**What to produce**
This exercise calls for the line with "await tabTo(page, (f) => f.id", the line with "transistor set on", and all lines between them in the material below, output exactly and with no other lines.
── Records for the task
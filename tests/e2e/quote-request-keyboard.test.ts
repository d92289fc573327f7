// The quote request by keyboard alone: Tab, typing, arrow keys, Space and Enter reach and operate every
// control, focus stays visible, and photo uploads are announced. Choosing the file in the system dialog is the
// one step that is not the page's (a keyboard user does it in the OS dialog); here playwright fills it in.
import type { Browser, Page } from "playwright-core";
import { afterAll, beforeAll, describe, expect, it } from "vitest";
import { newCustomer } from "../support/accounts";
import { launchBrowser, newContext, snap } from "../support/browser";
import { closeTestPool, sql } from "../support/db";
import { focused, signInByKeyboard, tabTo as tabToMatching, type Focused } from "../support/keyboard";
import { jpeg } from "../fixtures/images";

let browser: Browser;
beforeAll(async () => {
  browser = await launchBrowser();
});
afterAll(async () => {
  await browser?.close();
  await closeTestPool();
});

// Every control reached here must also show its focus outline.
function tabTo(page: Page, match: (f: Focused) => boolean, what: string): Promise<Focused> {
  return tabToMatching(page, match, what, { max: 80, visible: true });
}

// Inside a radio group the arrow keys move the choice; bounded, so a broken group fails instead of looping.
async function arrowTo(page: Page, value: string, what: string): Promise<void> {
  for (let i = 0; i < 8; i++) {
    const f = await focused(page);
    if (f.type === "radio" && f.value === value) {
      if (!f.checked) await page.keyboard.press("Space");
      expect((await focused(page)).checked, what).toBe(true);
      return;
    }
    await page.keyboard.press("ArrowDown");
  }
  throw new Error(`could not choose ${what} with the arrow keys`);
}

async function typeInto(page: Page, id: string, text: string, what: string) {
  await tabTo(page, (f) => f.id === id, what);
  await page.keyboard.type(text);
}

async function liveRegionText(page: Page): Promise<string> {
  return page.evaluate(() =>
    Array.from(document.querySelectorAll('[role="status"], [aria-live="polite"], [aria-live="assertive"]'))
      .map((n) => n.textContent ?? "")
      .join(" | "),
  );
}

describe("the quote request by keyboard alone", () => {
  it("fills every required field, adds and removes photos, and sends the request", async () => {
    const owner = await newCustomer("kbd-quote");
    const ctx = await newContext(browser);
    const page = await ctx.newPage();
    // Keep playwright's file-chooser interception on for the whole page: it is switched per listener, and a
    // listener added just before a key press can lose the race with the dialog.
    page.on("filechooser", () => undefined);
    await signInByKeyboard(page, owner.email, owner.password, { visible: true });
    await page.goto("/portal");
    await tabTo(page, (f) => f.tag === "A" && f.text === "Request a quote", "the request link");
    await page.keyboard.press("Enter");
    await page.waitForURL(/\/portal\/request/);
    await page.locator("#maker").waitFor();

    // The set.
    await typeInto(page, "maker", "Corvane", "the maker");
    await typeInto(page, "model", "Skylark Seven", "the model");
    await typeInto(page, "year", "1963", "the year");
    await tabTo(page, (f) => f.type === "radio" && f.name === "kind", "the kind of set");
    await arrowTo(page, "transistor-battery", "a transistor set on batteries");
    await tabTo(page, (f) => f.type === "checkbox" && f.name === "bands", "the first band");
    // Tab on through the bands to medium wave and short wave, ticking each with Space.
    for (const band of ["MW", "SW"]) {
      const f = await tabTo(page, (x) => x.type === "checkbox" && x.name === "bands" && x.value === band, `the ${band} band`);
      expect(f.checked).toBe(false);
      await page.keyboard.press("Space");
      expect((await focused(page)).checked, `${band} ticked`).toBe(true);
    }

    // What is wrong.
    await typeInto(page, "symptoms", "Crackles when the volume is turned and cuts out after a while.", "the symptoms");
    await tabTo(page, (f) => f.type === "radio" && f.name === "poweredRecently", "the powered-recently choice");
    await arrowTo(page, "no", "not powered recently");
    await snap(page, "quote-keyboard-01-set-described");

    // Photos: the picker's button opens the system dialog from the keyboard.
    const choose = await tabTo(page, (f) => f.tag === "BUTTON" && f.text === "Choose photos", "the photo picker");
    expect(choose.tag).toBe("BUTTON");
    const [chooser] = await Promise.all([page.waitForEvent("filechooser", { timeout: 10_000 }), page.keyboard.press("Enter")]);
    expect(chooser.isMultiple()).toBe(true);
    await chooser.setFiles([
      { name: "front.jpg", mimeType: "image/jpeg", buffer: await jpeg({ color: "#9c3d1c" }) },
      { name: "back.jpg", mimeType: "image/jpeg", buffer: await jpeg({ color: "#5b3a29" }) },
    ]);
    await expect.poll(() => page.locator('li[data-status="done"]').count(), { timeout: 60_000 }).toBe(2);
    await expect.poll(() => liveRegionText(page)).toMatch(/(front|back)\.jpg uploaded\./);
    // Focus stayed on the picker's button after the dialog closed.
    expect((await focused(page)).text).toBe("Choose photos");
    await snap(page, "quote-keyboard-02-photos-uploaded");

    // Space opens the dialog as well; a file that is not a photo is refused with a message, then removed.
    const [again] = await Promise.all([page.waitForEvent("filechooser", { timeout: 10_000 }), page.keyboard.press("Space")]);
    await again.setFiles([{ name: "notes.txt", mimeType: "text/plain", buffer: Buffer.from("not a photo") }]);
    await expect.poll(() => page.locator('li[data-status="refused"]').count()).toBe(1);
    await expect.poll(() => page.locator('li[data-status="refused"]').innerText()).toMatch(/Only photos \(JPEG, PNG or WebP\)/);

    // Each Remove button is named after its photo; removing one keeps the keyboard user's place.
    const removeTxt = await tabTo(page, (f) => f.tag === "BUTTON" && f.text === "Remove notes.txt", "the remove button of notes.txt");
    expect(removeTxt.text).toBe("Remove notes.txt");
    await page.keyboard.press("Enter");
    await expect.poll(() => page.locator("li[data-status]").count()).toBe(2);
    await expect.poll(() => liveRegionText(page)).toContain("notes.txt removed.");
    await expect
      .poll(async () => (await focused(page)).text, { message: "focus moves to a neighbouring control, not the page" })
      .toBe("Remove back.jpg");
    await page.keyboard.press("Shift+Tab");
    expect((await focused(page)).text).toBe("Remove front.jpg");
    await page.keyboard.press("Space");
    await expect.poll(() => page.locator("li[data-status]").count()).toBe(1);
    await expect.poll(() => liveRegionText(page)).toContain("front.jpg removed.");
    await expect.poll(async () => (await focused(page)).text).toBe("Remove back.jpg");
    await snap(page, "quote-keyboard-03-photo-removed");

    // Delivery and contact keep their defaults (mail-in, e-mail); the cautions box is ticked with Space.
    await tabTo(page, (f) => f.type === "radio" && f.name === "delivery", "the delivery choice");
    await arrowTo(page, "drop-off", "drop-off at the shop");
    await tabTo(page, (f) => f.type === "checkbox" && f.name === "cautionsAcknowledged", "the cautions box");
    await page.keyboard.press("Space");
    expect((await focused(page)).checked).toBe(true);
    await snap(page, "quote-keyboard-04-cautions");

    const submit = await tabTo(page, (f) => f.tag === "BUTTON" && f.text === "Send my quote request", "the send button");
    expect(submit.text).toBe("Send my quote request");
    await page.keyboard.press("Enter");
    await page.waitForURL(/\/portal\/jobs\/[0-9a-f-]{36}\?new=1/, { timeout: 30_000 });
    const jobId = /\/portal\/jobs\/([0-9a-f-]{36})/.exec(page.url())![1]!;
    await expect.poll(() => page.getByText("Your request is with the shop").count()).toBe(1);
    await expect
      .poll(() =>
        page
          .locator('img[alt^="Photo: "]')
          .evaluateAll(
            (imgs) => imgs.length === 1 && imgs.every((i) => (i as HTMLImageElement).complete && (i as HTMLImageElement).naturalWidth > 0),
          ),
      )
      .toBe(true);
    await snap(page, "quote-keyboard-05-request-sent");

    const [job] = await sql<{
      state: string;
      delivery: string;
      poweredRecently: string;
      maker: string;
      model: string;
      year: number;
      kind: string;
      photos: number;
      names: string[];
    }>(
      `select j.state, j.delivery, j.powered_recently as "poweredRecently", s.maker, s.model, s.year, s.kind,
              (select count(*)::int from photo p where p.job_id = j.id) as photos,
              (select array_agg(p.display_name order by p.display_name) from photo p where p.job_id = j.id) as names
         from job j join radio_set s on s.id = j.set_id join "user" u on u.id = j.customer_id
        where j.id = $1 and u.email = $2`,
      [jobId, owner.email],
    );
    expect(job).toEqual({
      state: "requested",
      delivery: "drop-off",
      poweredRecently: "no",
      maker: "Corvane",
      model: "Skylark Seven",
      year: 1963,
      kind: "transistor-battery",
      photos: 1,
      names: ["back.jpg"],
    });
    const [bands] = await sql<{ bands: string[] }>(
      "select s.profile->'ownerReport'->'bands' as bands from job j join radio_set s on s.id = j.set_id where j.id = $1",
      [jobId],
    );
    expect(bands!.bands).toEqual(["MW", "SW"]);

    // The new job is listed on the owner's page and reachable from it by keyboard too.
    await page.goto("/portal");
    await tabTo(page, (f) => f.tag === "A" && f.text.includes("Corvane Skylark Seven"), "the new job in the list");
    await ctx.close();
  });
});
────
**Solution to this exercise**
  await tabTo(page, (f) => f.id === id, what);
  await page.keyboard.type(text);
}

async function liveRegionText(page: Page): Promise<string> {
  return page.evaluate(() =>
    Array.from(document.querySelectorAll('[role="status"], [aria-live="polite"], [aria-live="assertive"]'))
      .map((n) => n.textContent ?? "")
      .join(" | "),
  );
}

describe("the quote request by keyboard alone", () => {
  it("fills every required field, adds and removes photos, and sends the request", async () => {
    const owner = await newCustomer("kbd-quote");
    const ctx = await newContext(browser);
    const page = await ctx.newPage();
    // Keep playwright's file-chooser interception on for the whole page: it is switched per listener, and a
    // listener added just before a key press can lose the race with the dialog.
    page.on("filechooser", () => undefined);
    await signInByKeyboard(page, owner.email, owner.password, { visible: true });
    await page.goto("/portal");
    await tabTo(page, (f) => f.tag === "A" && f.text === "Request a quote", "the request link");
    await page.keyboard.press("Enter");
    await page.waitForURL(/\/portal\/request/);
    await page.locator("#maker").waitFor();

    // The set.
    await typeInto(page, "maker", "Corvane", "the maker");
    await typeInto(page, "model", "Skylark Seven", "the model");
    await typeInto(page, "year", "1963", "the year");
    await tabTo(page, (f) => f.type === "radio" && f.name === "kind", "the kind of set");
    await arrowTo(page, "transistor-battery", "a transistor set on batteries");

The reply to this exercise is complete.